— TASK DESCRIPTION —
Count every line below that holds the word "wallThickness", and give the number with no other words.

Data entries
/**
 * ASME B31.3-2018 Process Piping, Table 341.3.2 (acceptance criteria for welds, visual and
 * radiographic examination), the fillet and branch details of 328.5, and the fit-up of 328.4.
 * SI values lead in B31.3, with US customary in parentheses. Tw is the nominal wall of the
 * thinner component, taken as the joint thickness (for a branch, the branch wall).
 */
import type {
	CriteriaSet,
	Expr,
	IndicationLimit,
	Limit,
	MethodCriteria,
	Quantity,
	VolumetricCriteria
} from '../types';

type Column = 'normal' | 'severe-cyclic' | 'category-d';

const TABLE = 'Table 341.3.2';

/** Criterion L: height of reinforcement or internal protrusion by Tw; M (Category D) is twice L. */
function reinforcementHeight(factor: 1 | 2): Expr {
	const step = (inches: number, mm: number) => ({ in: inches * factor, mm: mm * factor });
	return {
		by: 'thickness',
		steps: [
			{ upTo: { in: 1 / 4, mm: 6 }, value: step(1 / 16, 1.5) },
			{ upTo: { in: 1 / 2, mm: 13 }, value: step(1 / 8, 3) },
			{ upTo: { in: 1, mm: 25 }, value: step(5 / 32, 4) }
		],
		otherwise: step(3 / 16, 5)
	};
}

const Tw = (times: number): Expr => ({ of: 'thickness', times });

/** Criterion H: undercut ≤ 1 mm (1/32 in) and ≤ Tw/4; "and" means the lesser governs (note 6). */
const criterionH: Expr = { lesserOf: [{ in: 1 / 32, mm: 1 }, Tw(0.25)] };

/** Criterion I: ≤ 1.5 mm (1/16 in) and ≤ [Tw/4 or 1 mm (1/32 in)]; "or" means the larger governs. */
const criterionI: Expr = {
	lesserOf: [{ in: 1 / 16, mm: 1.5 }, { greaterOf: [Tw(0.25), { in: 1 / 32, mm: 1 }] }]
};

/** Criterion B depth: ≤ 1 mm (1/32 in) and ≤ 0.2Tw. Criterion C depth: ≤ 0.2Tw. */
const depthB: Expr = { lesserOf: [{ in: 1 / 32, mm: 1 }, Tw(0.2)] };
const depthC: Expr = Tw(0.2);
/** Criteria B and C: cumulative length ≤ 38 mm (1.5 in) in any 150 mm (6 in) of weld. */
const SIX_INCHES: Quantity = { in: 6, mm: 150 };
const LENGTH_BC: Quantity = { in: 1.5, mm: 38 };

/** Longitudinal groove welds, where the joint records one; otherwise girth and branch. */
const longitudinal = (then: Expr, otherwise: Expr): Expr =>
	then === otherwise ? then : { when: { seam: 'longitudinal', unknown: 'no' }, then, otherwise };

/** Criterion letters for incomplete penetration by column: girth and branch, then longitudinal A. */
const penetration: Record<Column, { girth: 'A' | 'B' | 'C'; branch: 'A' | 'B' | 'C' }> = {
	normal: { girth: 'B', branch: 'B' },
	'severe-cyclic': { girth: 'A', branch: 'A' },
	'category-d': { girth: 'C', branch: 'B' }
};

function penetrationDepth(column: Column): Expr {
	const { girth, branch } = penetration[column];
	const depth = (criterion: 'A' | 'B' | 'C'): Expr =>
		criterion === 'A' ? 0 : criterion === 'B' ? depthB : depthC;
	return {
		when: { kindIn: ['branch'] },
		then: depth(branch),
		otherwise: longitudinal(0, depth(girth))
	};
}

function penetrationLength(column: Column): Expr {
	const { girth, branch } = penetration[column];
	const length = (criterion: 'A' | 'B' | 'C'): Expr => (criterion === 'A' ? 0 : LENGTH_BC);
	// B and C allow the same length; only A (none) sets a branch apart from a girth weld.
	if ((girth === 'A') === (branch === 'A')) return longitudinal(0, length(girth));
	return {
		when: { kindIn: ['branch'] },
		then: length(branch),
		otherwise: longitudinal(0, length(girth))
	};
}

const penetrationWords: Record<Column, string> = {
	normal: 'criterion B (girth, branch), A (longitudinal)',
	'severe-cyclic': 'criterion A',
	'category-d': 'criterion C (girth), B (branch), A (longitudinal)'
};
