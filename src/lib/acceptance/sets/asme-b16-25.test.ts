/**
 * ASME B16.25-2017 buttwelding ends. Sources are those of reference/standards.md §4 [2+].
 */
import { describe, expect, it } from 'vitest';
import { checker, evaluated, finding } from '../testing';
import type { JointInput } from '../types';

const B1625 = 'asme-b16.25';
// NPS 6 Sch 40: 0.280 in wall.
const pipe = (thickness: string | number = '0.280 in'): JointInput => ({ kind: 'butt', thickness });

describe('bevel angle — 37.5° ± 2.5° over 3 mm (0.12 in) of wall', () => {
	const bevel = checker(B1625, 'bevelAngle.range', 'fitup');

	// The common pipe bevel, 37-1/2° (trade practice and B16.25).
	it.each(['37-1/2°', '37.5', '35°', '40 deg', '36'])('takes %s', (angle) => {
		expect(bevel(pipe(), { bevelAngle: angle })).toBe('within');
	});

	it.each(['34.9°', '40.1°', '30°', '45°'])('rejects %s', (angle) => {
		expect(bevel(pipe(), { bevelAngle: angle })).toBe('outside');
	});

	it('reports the bound that governs and the whole range', () => {
		expect(
			finding(B1625, pipe(), 'fitup', { bevelAngle: '41°' }, 'bevelAngle.range')
		).toMatchObject({
			limit: 40,
			range: { min: 35, max: 40 },
			unit: 'deg'
		});
		expect(finding(B1625, pipe(), 'fitup', { bevelAngle: '36°' }, 'bevelAngle.range').limit).toBe(
			35
		);
	});

	// Over 22 mm the lower part of the compound bevel is still 37.5° ± 2.5°.
	it('keeps 37.5° ± 2.5° for the lower part of a compound bevel over 22 mm', () => {
		expect(bevel(pipe('1.5 in'), { bevelAngle: '37.5°' })).toBe('within');
		expect(bevel(pipe('1.5 in'), { bevelAngle: '10°' })).toBe('outside');
	});

	it('leaves walls of 3 mm (0.12 in) and less, square cut or chamfered, to the inspector', () => {
		expect(bevel(pipe('0.12 in'), { bevelAngle: '0°' })).toBe('judge');
		expect(bevel(pipe('0.13 in'), { bevelAngle: '37.5°' })).toBe('within');
		const metric = checker(B1625, 'bevelAngle.range', 'fitup', { units: 'metric' });
		expect(metric(pipe('3 mm'), { bevelAngle: '37.5°' })).toBe('judge');
		expect(metric(pipe('3.1 mm'), { bevelAngle: '37.5°' })).toBe('within');
	});

	it('asks for the wall when it is not given', () => {
		const result = evaluated(B1625, { kind: 'butt' }, 'fitup', { bevelAngle: '37.5°' });
		expect(result.findings[0].outcome).toBe('judge');
		expect(result.missingJoint).toEqual(['thickness']);
	});
});

describe('root face — 1.6 ± 0.8 mm (1/16 ± 1/32 in)', () => {
	const land = checker(B1625, 'rootFace.range', 'fitup');

	// Fit-up is judged against 1/16 in and 3/32 in (trade practice): the land runs 1/32 to 3/32 in.
	it.each(['1/16', '1/32', '3/32'])('takes %s in', (face) => {
		expect(land(pipe(), { rootFace: face })).toBe('within');
	});

	it.each(['1/64', '7/64', '1/8'])('rejects %s in', (face) => {
		expect(land(pipe(), { rootFace: face })).toBe('outside');
	});

	it('uses 0.8–2.4 mm in a metric project', () => {
		const metric = checker(B1625, 'rootFace.range', 'fitup', { units: 'metric' });
		expect(metric(pipe(7.11), { rootFace: '1.6 mm' })).toBe('within');
		expect(metric(pipe(7.11), { rootFace: '0.8 mm' })).toBe('within');
		expect(metric(pipe(7.11), { rootFace: '2.4 mm' })).toBe('within');
		expect(metric(pipe(7.11), { rootFace: '0.7 mm' })).toBe('outside');
		expect(metric(pipe(7.11), { rootFace: '2.5 mm' })).toBe('outside');
	});
});

describe('scope', () => {
	it('makes no visual checks, so a visual verdict is for the inspector', () => {
		const result = evaluated(B1625, pipe(), 'visual', { reinforcement: '1/16', crack: false });
		expect(result.findings).toEqual([]);
		expect(result.verdict).toBe('judge');
	});

	it('is within for a good end preparation', () => {
		const result = evaluated(B1625, pipe(), 'fitup', {
			bevelAngle: '37-1/2 deg',
			rootFace: '1/16'
		});
		expect(result.verdict).toBe('within');
		expect(result.missing).toEqual([]);
	});
});
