/**
 * ASME B31.3-2018 Process Piping, Table 341.3.2 (acceptance criteria, visual examination) and the
 * fit-up clauses of 328. SI values lead in B31.3, with US customary in parentheses.
 * Tw is the nominal wall of the thinner component; the joint thickness is taken as Tw.
 */
import type { CriteriaSet, Expr, Limit } from '../types';

type Column = 'normal' | 'severe-cyclic' | 'category-d';

/** Criterion L: height of reinforcement or internal protrusion by Tw; M (Category D) is twice L. */
function reinforcementHeight(factor: 1 | 2): Expr {
	const step = (inches: number, mm: number) => ({ in: inches * factor, mm: mm * factor });
	return {
		by: 'thickness',
		steps: [
			{ upTo: { in: 1 / 4, mm: 6 }, value: step(1 / 16, 1.5) },
			{ upTo: { in: 1 / 2, mm: 13 }, value: step(1 / 8, 3) },
			{ upTo: { in: 1, mm: 25 }, value: step(5 / 32, 4) }
		],
		otherwise: step(3 / 16, 5)
	};
}

/** Criterion H: undercut ≤ 1 mm (1/32 in) and ≤ Tw/4; "and" means the lesser governs (note 6). */
const criterionH: Expr = {
	lesserOf: [
		{ in: 1 / 32, mm: 1 },
		{ of: 'thickness', times: 0.25 }
	]
};

/** Criterion I: ≤ 1.5 mm (1/16 in) and ≤ [Tw/4 or 1 mm (1/32 in)]; "or" means the larger governs. */
const criterionI: Expr = {
	lesserOf: [
		{ in: 1 / 16, mm: 1.5 },
		{
			greaterOf: [
				{ of: 'thickness', times: 0.25 },
				{ in: 1 / 32, mm: 1 }
			]
		}
	]
};

const undercut: Record<Column, Limit> = {
	normal: {
		rule: { type: 'banded', max: criterionH },
		clause: 'Table 341.3.2, undercut, criterion H',
		confidence: '2+',
		note: 'Girth, branch and fillet welds; longitudinal groove welds allow none (criterion A).'
	},
	'severe-cyclic': {
		rule: { type: 'banded', max: 0 },
		clause: 'Table 341.3.2, undercut, criterion A',
		confidence: '2+'
	},
	'category-d': {
		rule: {
			type: 'banded',
			max: { when: { kindIn: ['butt'] }, then: criterionI, otherwise: criterionH }
		},
		clause: 'Table 341.3.2, undercut, criterion I (girth) / H (fillet, branch)',
		confidence: '2+',
		note: 'Longitudinal groove welds allow none (criterion A).'
	}
};

const reinforcement = (column: Column): Expr =>
	reinforcementHeight(column === 'category-d' ? 2 : 1);
const criterionLabel = (column: Column) =>
	column === 'category-d' ? 'criterion M' : 'criterion L';

const perWps = (what: string): Limit => ({
	rule: { type: 'range', min: { open: what }, max: { open: what } },
	clause: '328.4.2',
	confidence: 'practice',
	note: 'B31.3 leaves joint preparation to the WPS; ends prepared to ASME B16.25 are acceptable (see that set).'
});

function limitsFor(column: Column): CriteriaSet['limits'] {
	return {
		'rootOpening.range': perWps('Root opening as the WPS specifies.'),
		'bevelAngle.range': perWps('Bevel angle as the WPS specifies.'),
		'rootFace.range': perWps('Root face as the WPS specifies.'),
		'socket.gap': {
			rule: { type: 'min', min: { in: 1 / 16, mm: 1.5 }, judgeAbove: 0 },
			clause: 'Fig. 328.5.2C',
			confidence: '2+',
			note: 'Approximately 1.5 mm (1/16 in) gap before welding; a pipe bottomed in the socket (no gap) is rejected by common practice, a smaller gap is for the inspector.'
		},
		'misalignment.max': {
			rule: {
				type: 'max',
				max: {
					open: 'B31.3 gives no number: inside surfaces aligned within the WPS and engineering design limits.'
				}
			},
			clause: '328.4.3',
			confidence: '2+',
			note: 'Unlike B31.1 (1/16 in) and API 1104 (1/8 in).'
		},
		crack: {
			rule: { type: 'absent' },
			clause: 'Table 341.3.2, crack, criterion A',
			confidence: '2+'
		},
		fusion:
			column === 'category-d'
				? {
						rule: { type: 'absent', beyond: 'judge' },
						clause: 'Table 341.3.2, lack of fusion',
						confidence: 'mem',
						note: 'From memory: Category D may accept limited lack of fusion by depth and length; for the inspector.'
					}
				: {
						rule: { type: 'absent' },
						clause: 'Table 341.3.2, lack of fusion, criterion A',
						confidence: 'mem',
						note: 'From memory: the lack-of-fusion row was not in the copies seen.'
					},
		overlap: {
			rule: { type: 'absent', beyond: 'judge' },
			clause: 'Table 341.3.2',
			confidence: 'mem',
			note: 'No overlap row that we know of (from memory); overlap at the toe may hide lack of fusion, so the inspector judges.'
		},
		crater: {
			rule: { type: 'absent', beyond: 'judge' },
			clause: 'Table 341.3.2, criterion K',
			confidence: 'mem',
			note: 'No crater row that we know of (from memory): the joint thickness at the crater must still be at least Tw; a crater crack is a crack.'
		},
		'undercut.depth': undercut[column],
		'porosity.max': {
			rule: {
				type: 'max',
				max: {
					by: 'thickness',
					steps: [{ upTo: { in: 3 / 16, mm: 5 }, value: 0 }],
					otherwise: {
						open: 'Note (5): surface porosity is evaluated only for welds of 5 mm (3/16 in) nominal thickness and less.'
					}
				}
			},
			clause: 'Table 341.3.2, surface porosity, criterion A, note (5)',
			confidence: '2+'
		},
		'reinforcement.max': {
			rule: { type: 'max', max: reinforcement(column) },
			clause: `Table 341.3.2, reinforcement, ${criterionLabel(column)}`,
			confidence: '2+',
			note: 'Groove welds: the lesser of the heights from the two adjacent surfaces.'
		},
		'concavity.max': {
			rule: {
				type: 'max',
				max: {
					open: 'Criterion K: the total joint thickness, reinforcement included, must not be less than Tw.'
				}
			},
			clause: 'Table 341.3.2, root/surface concavity, criterion K',
			confidence: '2+'
		},
		'fillet.convexity': {
			rule: { type: 'max', max: reinforcement(column) },
			clause: `Table 341.3.2, reinforcement, ${criterionLabel(column)}, note (8)`,
			confidence: '2+',
			note: 'Fillet height measured from the theoretical throat (Fig. 328.5.2A); the convexity reading is taken as that height.'
		},
		'fillet.undersize': {
			rule: {
				type: 'max',
				max: {
					open: 'Table 341.3.2 has no undersize row: the fillet size is as designed (Fig. 328.5.2A).'
				}
			},
			clause: 'Fig. 328.5.2A',
			confidence: '2+',
			kinds: ['fillet']
		},
		'socket.filletSize': {
			rule: { type: 'min', min: { of: 'thickness', times: 1.09 } },
			clause: 'Fig. 328.5.2C',
			confidence: '2+',
			note: 'Cx min = 1.09 × the nominal pipe wall; "or the socket wall, whichever is smaller" is from memory and not applied.'
		}
	};
}

const sharedScope =
	'Visual examination of girth, branch, fillet and socket welds, and fit-up (Table 341.3.2, 328).';

export const asmeB313Normal: CriteriaSet = {
	id: 'asme-b31.3-normal',
	name: 'ASME B31.3 normal fluid service',
	standard: 'ASME B31.3',
	edition: '2018',
	version: 1,
	scope: `Normal and Category M fluid service. ${sharedScope}`,
	limits: limitsFor('normal')
};

export const asmeB313SevereCyclic: CriteriaSet = {
	id: 'asme-b31.3-severe-cyclic',
	name: 'ASME B31.3 severe cyclic conditions',
	standard: 'ASME B31.3',
	edition: '2018',
	version: 1,
	scope: `Severe cyclic conditions; surface finish (500 µin Ra, criterion J) is not gauged here. ${sharedScope}`,
	limits: limitsFor('severe-cyclic')
};

export const asmeB313CategoryD: CriteriaSet = {
	id: 'asme-b31.3-category-d',
	name: 'ASME B31.3 Category D fluid service',
	standard: 'ASME B31.3',
	edition: '2018',
	version: 1,
	scope: `Category D fluid service. ${sharedScope}`,
	limits: limitsFor('category-d')
};
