/**
 * Checks whose readings every inspection of the stage records, whether or not the set judges
 * them: the fit-up, the profile, undercut, porosity and the flags. Readings only some codes
 * judge (root side, pore counts, surface finish) are asked where the set makes the check.
 */
const RECORDED_ANYWAY: readonly CheckId[] = [
	'rootOpening.range',
	'fillet.gap',
	'socket.gap',
	'bevelAngle.range',
	'rootFace.range',
	'misalignment.max',
	'crack',
	'fusion',
	'overlap',
	'crater',
	'undercut.depth',
	'porosity.max',
	'reinforcement.max',
	'concavity.max',
	'fillet.undersize',
	'fillet.throat.min',
	'fillet.throat.max',
	'fillet.convexity',
	'fillet.asymmetry',
	'socket.filletSize'
];

/** Readings a limit scales with: they feed other checks and are never "recorded only". */
const BASES: readonly ReadingId[] = ['wallThickness', 'faceWidth', 'rootWidth'];

/**
 * The readings a stage asks for on this joint kind: those the set's checks read, those every
 * inspection records (so a fit-up is recorded in full even where the set leaves it to the
 * WPS), the face or root bead width where one of the set's limits scales with it, and at
 * fit-up the wall thickness, which stands in for the joint's thickness when that is not
 * recorded.
 */
export function readingsFor(set: CriteriaSet, kind: JointKind, stage: Stage): StageReading[] {
	const asked = new Set<ReadingId>(stage === 'fitup' ? ['wallThickness'] : []);
	const judged = new Set<ReadingId>();
	for (const check of checkIds) {
		const definition = checkDefinitions[check];
		const limit = set.limits[check];
		const applies = (kinds: readonly JointKind[], stages: readonly Stage[]) =>
			kinds.includes(kind) && stages.includes(stage);
		const inSet =
			limit !== undefined &&
			applies(limit.kinds ?? definition.kinds, limit.stages ?? definition.stages);
		if (
			!inSet &&
			!(RECORDED_ANYWAY.includes(check) && applies(definition.kinds, definition.stages))
		)
			continue;
		for (const reading of readsOf[check]) {
			asked.add(reading);
			if (inSet) judged.add(reading);
		}
		if (inSet && scalesWith(limit.rule, 'faceWidth')) asked.add('faceWidth');
		if (inSet && scalesWith(limit.rule, 'rootWidth')) asked.add('rootWidth');
	}
	return readingIds
		.filter((id) => asked.has(id))
		.map((id) => ({ id, judged: judged.has(id) || BASES.includes(id) }));
}

/** Readings taken from the root side of a weld, where the root can be seen. */
export const ROOT_SIDE: readonly ReadingId[] = [
	'rootProtrusion',
	'rootWidth',
	'rootConcavity',
	'rootConcavityLength',
	'jointThickness',
	'incompletePenetrationLength',
	'incompletePenetrationDepth'
];

/** The trade's name for a reading on this joint: a fillet's root opening is its gap. */
export function readingLabel(id: ReadingId, kind?: JointKind, stage?: Stage): string {
	if (id === 'rootOpening' && kind === 'fillet' && stage === 'visual') {
		return 'Root opening at fit-up (gap)';
	}
	if (id === 'rootOpening' && kind === 'fillet') return 'Root opening (gap)';
	if (id === 'rootOpening' && kind === 'socket') return 'Gap before welding';
	if (id === 'wallThickness' && kind === 'fillet') return 'Material thickness';
	return readingDefinitions[id].label;
}

export const jointFieldLabels: Record<JointField, string> = {
	thickness: 'thickness',
	requiredSize: 'required fillet size',
	weldLength: 'weld length',
	member: 'member (primary or secondary)',
	stress: 'stress direction',
	loading: 'loading',
	seam: 'plate or longitudinal seam, or girth weld',
	diameter: 'outside diameter',
	socketWall: 'socket wall or hub thickness'
};

// ---- Gauge chips -----------------------------------------------------------------------------

export interface GaugeChip {
	label: string;
	/** what a tap enters, with its unit, so it reads the same in any project */
	text: string;
	/** mm or degrees, to show the chip as chosen when the typed value equals it */
	value: number;
}

const sixteenths = (from: number, to: number) =>
	Array.from({ length: to - from + 1 }, (_, i) => inchLabel((from + i) / 16));
const halfMillimetres = (to: number) => Array.from({ length: to * 2 + 1 }, (_, i) => String(i / 2));

function inchLabel(inches: number): string {
	const whole = Math.floor(inches);
	let numerator = Math.round((inches - whole) * 64);
	let denominator = 64;
	while (numerator > 0 && numerator % 2 === 0) {
		numerator /= 2;
		denominator /= 2;
	}
	const fraction = numerator === 0 ? '' : `${numerator}/${denominator}`;
	if (!whole) return fraction || '0';
	return fraction ? `${whole}-${fraction}` : String(whole);
}

const DEPTHS = { imperial: ['0', '1/32', '1/16', '3/32', '1/8'], metric: halfMillimetres(3) };
const FILLET_SIZES = {
	imperial: sixteenths(2, 16),
	metric: ['3', '4', '5', '6', '7', '8', '9', '10', '12', '14', '16', '18', '20', '22', '25']
};

/** Common gauge values, by the project's system; lengths without chips are typed. */
const chipLabels: Partial<Record<ReadingId, { imperial: string[]; metric: string[] }>> = {
	rootOpening: {
		imperial: ['0', '1/16', '3/32', '1/8', '5/32', '3/16'],
		metric: ['0', '1.5', '2', '2.5', '3', '4']
	},
	rootFace: { imperial: ['1/32', '1/16', '3/32', '1/8'], metric: ['1', '1.5', '2', '2.5', '3'] },
	misalignment: DEPTHS,
	filletLeg1: FILLET_SIZES,
	filletLeg2: FILLET_SIZES,
	throat: FILLET_SIZES,
	convexity: DEPTHS,
	concavity: DEPTHS,
	reinforcement: DEPTHS,
	undercutDepth: DEPTHS,
	porosity: DEPTHS,
	poreLargest: DEPTHS,
	craterDepth: DEPTHS,
	rootProtrusion: DEPTHS,
	rootConcavity: DEPTHS,
	incompletePenetrationDepth: DEPTHS
};

/** Counts of pores, and roughness comparator grades (µin Ra, or µm Ra in a metric project). */
const countChips = ['0', '1', '2', '3'];
const roughnessChips = { imperial: ['125', '250', '500'], metric: ['3.2', '6.3', '12.5'] };

const BEVELS = ['30', '35', '37.5', '40'];

export function chipsFor(id: ReadingId, units: UnitSystem): GaugeChip[] {
	if (id === 'bevelAngle') {
		return BEVELS.map((label) => ({ label: `${label}°`, text: `${label}°`, value: Number(label) }));
	}
	const kind = readingDefinitions[id].kind;
	if (kind === 'count' || kind === 'roughness') {
		const labels = kind === 'count' ? countChips : roughnessChips[units];
		const suffix = kind === 'count' ? '' : units === 'imperial' ? ' µin' : ' µm';
		return labels.flatMap((label) => {
			const parsed = parseReading(id, `${label}${suffix}`, units);
			return parsed.ok && typeof parsed.value === 'number'
				? [{ label, text: `${label}${suffix}`, value: parsed.value }]
				: [];
		});
	}
	const labels = chipLabels[id]?.[units] ?? [];
	const suffix = units === 'imperial' ? ' in' : ' mm';
	return labels.flatMap((label) => {
		const parsed = parseLength(`${label}${suffix}`, { units });
		return parsed.ok ? [{ label, text: `${label}${suffix}`, value: parsed.value }] : [];
	});
}

// ---- Typed values and findings in words ------------------------------------------------------

/** A field's value as read: mm, degrees, a count, or µm Ra. */
export type TypedReading =
	{ ok: true; value: number; unit: 'mm' | 'deg' | 'count' | 'um' } | { ok: false; message: string };

/** What a field reads as it is typed; undefined while blank. */
export function parseTyped(
	id: ReadingId,
	text: string,
	units: UnitSystem
): TypedReading | undefined {
	if (text.trim() === '') return undefined;
	const kind = readingDefinitions[id].kind;
	if (kind === 'angle' || kind === 'length') {
		const parsed: ParsedQuantity =
			kind === 'angle'
				? parseAngle(text, { reading: quantitySpec(id) })
				: parseLength(text, { units, reading: quantitySpec(id) });
		return parsed.ok
			? { ok: true, value: parsed.value, unit: parsed.unit === 'deg' ? 'deg' : 'mm' }
			: parsed;
	}
	const parsed = parseReading(id, text, units);
	if (!parsed.ok) return parsed;
	return typeof parsed.value === 'number' && (parsed.unit === 'count' || parsed.unit === 'um')
		? { ok: true, value: parsed.value, unit: parsed.unit }
		: { ok: false, message: `${readingDefinitions[id].label}: cannot read "${text}"` };
}

const MICROINCH_IN_UM = 0.0254;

— RESULT OF THIS EXERCISE —
3